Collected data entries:
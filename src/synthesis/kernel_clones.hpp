// WANE_KERNEL_CLONES: marks a hot kernel to be compiled twice on x86-64, for AVX2 and for the
// baseline, with the clone chosen at load time (GCC/Clang target_clones). AVX2 without FMA on
// purpose: both clones then do the same IEEE operations (a multiply, then an add), bit for bit.
// Elsewhere it expands to nothing.
#pragma once

#if defined(__x86_64__) && defined(__has_attribute)
#if __has_attribute(target_clones)
#define WANE_KERNEL_CLONES __attribute__((target_clones("avx2", "default")))
#endif
#endif
#ifndef WANE_KERNEL_CLONES
#define WANE_KERNEL_CLONES
#endif

namespace wane {

/// Whether this CPU runs AVX2, asked once: the one home of the check for kernels written with
/// AVX2 intrinsics beside a baseline loop (an explicit choice where target_clones cannot make
/// the instruction wanted, e.g. a gather). False off x86-64.
inline bool cpu_has_avx2() {
#if defined(__x86_64__)
    static const bool has = [] {
        __builtin_cpu_init();
        return __builtin_cpu_supports("avx2") != 0;
    }();
    return has;
#else
    return false;
#endif
}

}  // namespace wane
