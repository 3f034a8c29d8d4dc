// How long a render lasts when it should follow the sound: the time at which every partial and
// noise band of a patch has fallen a stated number of dB below the note's loudest peak.
#pragma once

#include <optional>
#include <string>

#include "core/patch.hpp"

namespace wane {

/// Result of sound_length_s: either the time, or the part that never falls that far.
struct sound_length {
    std::optional<double> length_s;  ///< seconds from the onset; empty when some part holds
    std::string holding;             ///< when empty length_s: e.g. "partial 3" or "noise band 2"
};

/// The latest time (seconds from the onset) at which any partial or noise band of p is at or above
/// L = (loudest peak_db of all partials and bands) + below_peak_db, from each envelope's straight
/// dB pieces (core/envelope.hpp) solved exactly: a piece starting at level a with slope s (dB/s)
/// meets L at start + (L - a) / s. note.gain_db moves every part alike, so it does not matter.
/// A part whose last piece does not fall (t60_s = inf or rising) while at or above L never meets
/// it: the result names that part (numbered from 1 in file order) instead.
/// Precondition: below_peak_db < 0, p valid.
sound_length sound_length_s(const patch& p, double below_peak_db);

}  // namespace wane
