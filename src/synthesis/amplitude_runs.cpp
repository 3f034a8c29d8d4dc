#include "synthesis/amplitude_runs.hpp"

#include <algorithm>
#include <array>
#include <cmath>

#include "core/units.hpp"
#include "synthesis/kernel_clones.hpp"

namespace wane {

void play_runs(std::span<const amplitude_run> runs) {
    std::size_t r = 0;
    for (; r + 4 <= runs.size(); r += 4) {
        const std::array<amplitude_run, 4> q{runs[r], runs[r + 1], runs[r + 2], runs[r + 3]};
        std::size_t common = q[0].count;
        for (const amplitude_run& x : q) common = std::min(common, x.count);
        double a0 = q[0].a, a1 = q[1].a, a2 = q[2].a, a3 = q[3].a;
        for (std::size_t n = 0; n < common; ++n) {
            q[0].dest[n] = static_cast<float>(a0);
            q[1].dest[n] = static_cast<float>(a1);
            q[2].dest[n] = static_cast<float>(a2);
            q[3].dest[n] = static_cast<float>(a3);
            a0 *= q[0].ratio;
            a1 *= q[1].ratio;
            a2 *= q[2].ratio;
            a3 *= q[3].ratio;
        }
        const std::array<double, 4> reached{a0, a1, a2, a3};
        for (std::size_t i = 0; i < 4; ++i) {
            double a = reached[i];
            for (std::size_t n = common; n < q[i].count; ++n) {
                q[i].dest[n] = static_cast<float>(a);
                a *= q[i].ratio;
            }
        }
    }
    for (; r < runs.size(); ++r) {
        double a = runs[r].a;
        for (std::size_t n = 0; n < runs[r].count; ++n) {
            runs[r].dest[n] = static_cast<float>(a);
            a *= runs[r].ratio;
        }
    }
}

namespace {

// dest[i] = peak_lin * t / attack_s at t = t0_s + (first + i) dt_s (the attack's ramp, sample by
// sample as its formula reads; no branch, so the loop runs in vectors; first + count < 2^31).
WANE_KERNEL_CLONES
void ramp_samples(float* __restrict dest, int first, int count, double t0_s, double dt_s, double peak_lin,
                  double attack_s) {
    for (int i = 0; i < count; ++i) {
        const double t = t0_s + static_cast<double>(first + i) * dt_s;
        dest[i] = static_cast<float>(peak_lin * t / attack_s);
    }
}

}  // namespace

void fill_amplitude(const envelope& env, std::span<const envelope_piece> pieces, double peak_lin, double t0_s,
                    double dt_s, std::span<float> dest, std::vector<amplitude_run>& runs) {
    // Time only grows with n: the samples before the onset (0), then the attack's, then the pieces'.
    const std::size_t onset = piece_stop(t0_s, dt_s, 0.0, 0, dest.size());
    std::fill(dest.begin(), dest.begin() + static_cast<std::ptrdiff_t>(onset), 0.0F);
    std::size_t n = piece_stop(t0_s, dt_s, env.attack_s, onset, dest.size());
    ramp_samples(dest.data() + onset, static_cast<int>(onset), static_cast<int>(n - onset), t0_s, dt_s, peak_lin, env.attack_s);
    while (n < dest.size()) {
        const double t = t0_s + static_cast<double>(n) * dt_s;
        const auto piece = std::find_if(pieces.begin(), pieces.end(), [&](const envelope_piece& p) { return t < p.end_s; });
        if (piece == pieces.end()) {  // unreachable for a valid envelope: the last piece ends at +inf
            dest[n++] = 0.0F;
            continue;
        }
        const double a = to_amp(level_db{piece->start_level.db + piece->slope_db_per_s * (t - piece->start_s)}).lin;
        const double ratio = to_amp(level_db{piece->slope_db_per_s * dt_s}).lin;
        const std::size_t stop = piece_stop(t0_s, dt_s, piece->end_s, n, dest.size());
        runs.push_back({.dest = dest.data() + n, .count = stop - n, .a = a, .ratio = ratio});
        n = stop;
    }
}

std::size_t piece_stop(double t0_s, double dt_s, double end_s, std::size_t from, std::size_t size) {
    auto before_end = [&](std::size_t n) { return t0_s + static_cast<double>(n) * dt_s < end_s; };
    const double estimate = std::ceil((end_s - t0_s) / dt_s);
    std::size_t stop = size;
    if (estimate < static_cast<double>(size)) stop = std::max(from, static_cast<std::size_t>(std::max(0.0, estimate)));
    while (stop > from && !before_end(stop - 1)) --stop;
    while (stop < size && before_end(stop)) ++stop;
    return stop;
}

}  // namespace wane
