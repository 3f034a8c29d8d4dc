// The oscillator bank's hot loops (internal to src/synthesis), written once: render.cpp compiles
// them into its AVX2 and generic kernel clones (kernel_clones.hpp), and test_render compiles them
// for both targets itself to check that the two give the same bits.
#pragma once

#include <cstddef>
#include <cstring>

#include "synthesis/render.hpp"

namespace wane::damped_kernels {

/// The kernels' vector type: 8 floats (one AVX register, two SSE registers in the generic clone).
/// GCC/Clang vector extensions: the lane arithmetic is written once and each clone gets the
/// instructions of its target; element-wise IEEE operations, so every clone gives the same bits.
using vfloat = float __attribute__((vector_size(32)));
inline constexpr std::size_t vfloat_width = 8;
static_assert(render_lanes % vfloat_width == 0);
inline constexpr std::size_t lane_vectors = render_lanes / vfloat_width;

// Unaligned load/store of a vfloat (through references: no vector passes by value, so no ABI
// question between the clones).
[[gnu::always_inline]] inline void load_v(vfloat& v, const float* p) { std::memcpy(&v, p, sizeof v); }
[[gnu::always_inline]] inline void store_v(float* p, const vfloat& v) { std::memcpy(p, &v, sizeof v); }

/// Decay span: out[k] += Re(z_k) for k < frames; lane l holds z_{s*render_lanes+l} at step s
/// and is advanced by the complex factor step = m^lanes after use. re0/im0: initial lane states.
[[gnu::always_inline]] inline void add_damped_lanes(float* __restrict out, std::size_t frames,
                                                     const float* __restrict re0, const float* __restrict im0,
                                                     float step_re, float step_im) {
    vfloat re[lane_vectors];
    vfloat im[lane_vectors];
    for (std::size_t v = 0; v < lane_vectors; ++v) {
        load_v(re[v], re0 + v * vfloat_width);
        load_v(im[v], im0 + v * vfloat_width);
    }
    const std::size_t steps = frames / render_lanes;
    for (std::size_t s = 0; s < steps; ++s) {
        float* o = out + s * render_lanes;
        for (std::size_t v = 0; v < lane_vectors; ++v) {
            vfloat acc;
            load_v(acc, o + v * vfloat_width);
            store_v(o + v * vfloat_width, acc + re[v]);
            const vfloat nr = re[v] * step_re - im[v] * step_im;
            const vfloat ni = re[v] * step_im + im[v] * step_re;
            re[v] = nr;
            im[v] = ni;
        }
    }
    float tail[render_lanes];
    std::memcpy(tail, re, sizeof tail);
    float* o = out + steps * render_lanes;
    for (std::size_t l = 0; l < frames - steps * render_lanes; ++l) o[l] += tail[l];
}

/// Attack span: out[k] += a_k Re(z_k) with a unit phasor z and a linear amplitude a;
/// lane amplitudes advance by the additive increment amp_step (= lanes * amplitude per frame).
[[gnu::always_inline]] inline void add_ramped_lanes(float* __restrict out, std::size_t frames,
                                                     const float* __restrict re0, const float* __restrict im0,
                                                     const float* __restrict amp0, float step_re, float step_im,
                                                     float amp_step) {
    vfloat re[lane_vectors];
    vfloat im[lane_vectors];
    vfloat amp[lane_vectors];
    for (std::size_t v = 0; v < lane_vectors; ++v) {
        load_v(re[v], re0 + v * vfloat_width);
        load_v(im[v], im0 + v * vfloat_width);
        load_v(amp[v], amp0 + v * vfloat_width);
    }
    const std::size_t steps = frames / render_lanes;
    for (std::size_t s = 0; s < steps; ++s) {
        float* o = out + s * render_lanes;
        for (std::size_t v = 0; v < lane_vectors; ++v) {
            vfloat acc;
            load_v(acc, o + v * vfloat_width);
            store_v(o + v * vfloat_width, acc + amp[v] * re[v]);
            const vfloat nr = re[v] * step_re - im[v] * step_im;
            const vfloat ni = re[v] * step_im + im[v] * step_re;
            re[v] = nr;
            im[v] = ni;
            amp[v] += amp_step;
        }
    }
    float tail_re[render_lanes];
    float tail_amp[render_lanes];
    std::memcpy(tail_re, re, sizeof tail_re);
    std::memcpy(tail_amp, amp, sizeof tail_amp);
    float* o = out + steps * render_lanes;
    for (std::size_t l = 0; l < frames - steps * render_lanes; ++l) o[l] += tail_amp[l] * tail_re[l];
}

}  // namespace wane::damped_kernels
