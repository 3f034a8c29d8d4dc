// The render budget: limits checked (by the CLI, before any work starts) so a hostile or
// mistaken patch cannot make a render run for hours or take all memory. (Input-file limits live with the reader:
// audio_read_options in io/audio_file.hpp.)
#pragma once

#include <cstddef>
#include <cstdint>
#include <filesystem>

#include "core/patch.hpp"

namespace wane {

/// Largest render accepted, in partial-samples (rendered partials x output frames): the work of
/// the oscillator bank. 1e11 admits the largest patch (4096 partials) for 60 s at 48 kHz
/// (1.18e10) and up to 508 s at 48 kHz; it refuses 4096 partials x 600 s x 192 kHz (4.72e11).
/// The bound is our choice (no source). Measured with `build/tools/bench_render --repeats 1`
/// (2026-12-01, this project's 2-core build machine): 5.8e9 partial-samples per second of one
/// core for 1000 partials, so the budget is about 17 s of one core.
inline constexpr double max_render_partial_samples = 1e11;
/// Largest output buffer accepted (the render is held in memory as float before it is written):
/// 1 GiB. Under the format's limits (600 s, 192 kHz: 461 MB) it is never reached; it guards the
/// day those limits grow.
inline constexpr std::uintmax_t max_render_buffer_bytes = std::uintmax_t{1} << 30;

/// Work of one noise band per output frame, in partial-samples: the noise renderer overlap-adds
/// pooled unit frames, so its cost grows with bands x frames like the oscillator bank's. Measured
/// with `build/tools/bench_noise --repeats 41` (2026-12-02, this project's 2-core machine): 9
/// bands held for the whole note cost 0.61x-0.71x of 40 partials, i.e. 2.7-3.2 partial-samples per
/// band-sample; 4 rounds that up.
inline constexpr double noise_band_work_partial_samples = 4.0;

/// What a render would cost.
struct render_cost {
    std::size_t partials = 0;  ///< partials the renderer computes (below Nyquist, non-zero peak)
    std::size_t noise_bands = 0;  ///< noise bands the renderer computes
    std::size_t frames = 0;    ///< output frames
    /// The work: (partials + noise_band_work_partial_samples x noise bands) x frames.
    double partial_samples = 0.0;
    std::uintmax_t buffer_bytes = 0;  ///< the float output buffer: frames * sizeof(float)
};

/// The cost of rendering p at rate_hz for length_s (0 or less: the patch's note.length_s).
render_cost render_cost_of(const patch& p, double rate_hz, double length_s);

/// Throws std::runtime_error naming the patch (and --max-work, the option that raises the budget) (patch_path, when given), the partials, length and
/// rate, the product, the budget and the memory the output buffer would take, when the render is
/// over max_render_partial_samples or max_render_buffer_bytes. Call before render_patch.
void check_render_budget(const patch& p, double rate_hz, double length_s,
                         const std::filesystem::path& patch_path = {},
                         double budget_partial_samples = max_render_partial_samples);

}  // namespace wane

Exercise prompt: Output only an exact transcription of the lines above from the one with "double partial_samples = 0.0;" up to and including the one with "render_cost render_cost_of(const patch&".

Solved problem:
    double partial_samples = 0.0;
    std::uintmax_t buffer_bytes = 0;  ///< the float output buffer: frames * sizeof(float)
};

/// The cost of rendering p at rate_hz for length_s (0 or less: the patch's note.length_s).
render_cost render_cost_of(const patch& p, double rate_hz, double length_s);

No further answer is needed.